I restarted xinetd and I can only still connect locally. I made sure oidentd was running but nada. I just get connecting to ftp.liquidshell.com....timeout

What am i missing arggghhhh

-digi

----------

## SpanKY

so you're saying that if you shut down glftpd and start up pureftp and dont change anything else it works fine ?

----------

## digitalsy

Exactly. 

It could be a passv port issue or an ident issue or both or something else, however I can't be sure I've tried alot of things  :Sad: 

I did notice that in proftpd.conf I have IdentLookups         off

I checked xinetd.conf and /etc/xinetd.d/glftpd and there is nothing in there about USERID (which is indentd checking) 

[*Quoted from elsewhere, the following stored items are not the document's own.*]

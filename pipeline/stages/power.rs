//! Power for a follow-up study: the outputs of a plan (`simulate::power`),
//! shared by `satstep power` and the study's `power` stage. Writes the
//! power table, the smallest design per method, kind and contrast, the
//! power-curve figure and a text fit for an ethics application that says
//! what was assumed and where the variances came from.

use std::fmt::Write as _;
use std::path::{Path, PathBuf};

use anyhow::Result;

use super::report::figures::{Curve, PowerCurves};
use super::stage::{Run, Stage};
use super::statistics::StatisticsStage;
use crate::config::study::Study;
use crate::runner::Runner;
use crate::runner::key::{Key, KeyBuilder};
use crate::simulate::power::{
    Missing, Plan, PowerRow, Question, Studies, grid, needed, run as simulate_plan, simulated,
    smallest, variances_from,
};
use crate::tables::{Table, create_folder, write_bytes_atomic};

/// The power stage: with a `power:` section, plans a follow-up study from
/// the variance components this run's statistics stage estimated; without
/// one, does nothing.
pub struct Power;

impl Stage for Power {
    const NAME: &'static str = "power";
    const VERSION: u32 = 1;
    const COHORT_LEVEL: bool = true;
    const SUMMARY: &'static str =
        "power of a follow-up study by simulation, from this run's variance components";
    const UPSTREAM: &'static [&'static str] = &["statistics"];
    type Output = Vec<PowerRow>;

    fn settings(study: &Study) -> Key {
        let mut k = KeyBuilder::new("power-settings", Self::VERSION);
        k.value("power", &study.power)
            .value("statistics", &study.statistics)
            .value("protocol", &study.protocol);
        k.finish()
    }

    fn build(run: &Run, _: &Runner) -> Result<(Vec<PowerRow>, String)> {
        let Some((plan, _)) = plan_for(run)? else {
            return Ok((Vec::new(), "no `power:` section".into()));
        };
        let rows = simulate_plan(&plan, &|_| {});
        let d = format!(
            "{} simulated studies over {} designs and {} methods and kinds",
            simulated(&rows, plan.question.contrasts.len()),
            plan.designs.len(),
            plan.variances.len()
        );
        Ok((rows, d))
    }

    fn write(rows: &Vec<PowerRow>, run: &Run, _: &Runner) -> Result<Vec<PathBuf>> {
        match plan_for(run)? {
            Some((plan, missing)) if !rows.is_empty() => write_outputs(
                &run.out().join("power"),
                &plan,
                rows,
                &Source::ThisRun,
                &missing,
                &run.study.protocol.name,
            ),
            _ => Ok(Vec::new()),
        }
    }

    fn describe(run: &Run) -> Option<String> {
        let p = run.study.power.as_ref()?;
        let effects: Vec<String> = p
            .effects
            .iter()
            .map(|(c, e)| format!("{e:+} points in `{c}`"))
            .collect();
        Some(format!(
            "The power of a follow-up study to detect {} was estimated by simulation from the variance components estimated here, each simulated study analysed with the same model and test ({}).",
            effects.join(" and "),
            studies_text(p.simulations.map_or(Studies::Auto, Studies::Fixed))
        ))
    }
}

/// The plan of the study's `power:` section over this run's variance
/// components; `None` without a section.
pub(crate) fn plan_for(run: &Run) -> Result<Option<(Plan, Vec<Missing>)>> {
    let study = run.study;
    let Some(p) = &study.power else {
        return Ok(None);
    };
    let question = Question::for_protocol(
        &study.protocol,
        &p.effects,
        study.statistics.confidence,
        study.statistics.adjustment.into(),
    )
    .map_err(|e| anyhow::anyhow!("the `power:` section's effects: {e}"))?;
    let stats = run.output::<StatisticsStage>();
    let rows: Vec<(String, String, String, f64)> = stats
        .variance
        .iter()
        .map(|v| {
            (
                v.method.clone(),
                v.kind.clone(),
                v.component.group.clone(),
                v.component.variance,
            )
        })
        .collect();
    let (variances, missing) = variances_from(&rows, &question.epochs, &p.methods, &p.kinds);
    let designs = grid(
        &p.subjects,
        &p.captures_per_epoch,
        &p.segments_per_eye,
        &p.eyes,
        &p.sessions,
    );
    let missing = needed(missing, &designs);
    let plan = Plan {
        question,
        effects: p.effects.clone(),
        designs,
        variances,
        target: p.target,
        studies: p.simulations.map_or(Studies::Auto, Studies::Fixed),
        seed: p.seed,
    };
    Ok(Some((plan, missing)))
}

Man you gotta help me out this is so frustrating...what I did notice is that the ftp client that's trying to connect to my glftpd from the outside has something like the following from netstat

tcp        0      1 192.168.1.20:33027      24.202.59.238:21        SYN_SENT    4702/ncftp  

(trying to connect from my local machine but with the external ip)  it always picks a random port above 32000 or 33000 and tries to connect to my glftpd....

any help would severely be appreciated

thanks

digi

----------

## digitalsy

I don't think it has anything to do with the fact I'm using my internal machine to try to connect to my outside ip and thus loop back into itself..? Should have no effect cuz it worked ok like that for proftpd....

digi

----------

## SpanKY

did you try this:

http://www.glftpd.com/docs/glftpd_faq.html#1.49

----------

## digitalsy

Yup

1.49) I can connect to newly installed glftpd from localhost, but not from

outside. 

1) Add *@* to the user you're trying to connect as (yes, if your IP is not

   added to any users, you won't even get a login prompt).  done

2) Add "glftpd: ALL" to /etc/hosts.allow (unless you didn't use tcpd in

   inetd.conf) done

3) Make sure you're not using a firewall of some kind.  yes i am (smoothwall)

4) If you're using "valid_ip" in config file, comment it out and try again. not using

5) Check glftpd logs and system logs (make sure your system logs errors)just see basic errors like connect failure

still won't connect

It would be easier to chat on aim if you have it, i will pm you my screename and we can post results in forum after, but back and forth posting is kind of slow...

-digi

----------

## ikaro

*edit*

Got it fixed.

edited /etc/xinet.d/glftpd and commented the "allow from 0.0.0.0"

and in the glftpd.conf only have pasv_port: <startport-endport> and pasv_addr: <global ip address>

/edit

Iam not trying to hijack your tread, but since iam also running behind a router and have glftpd ..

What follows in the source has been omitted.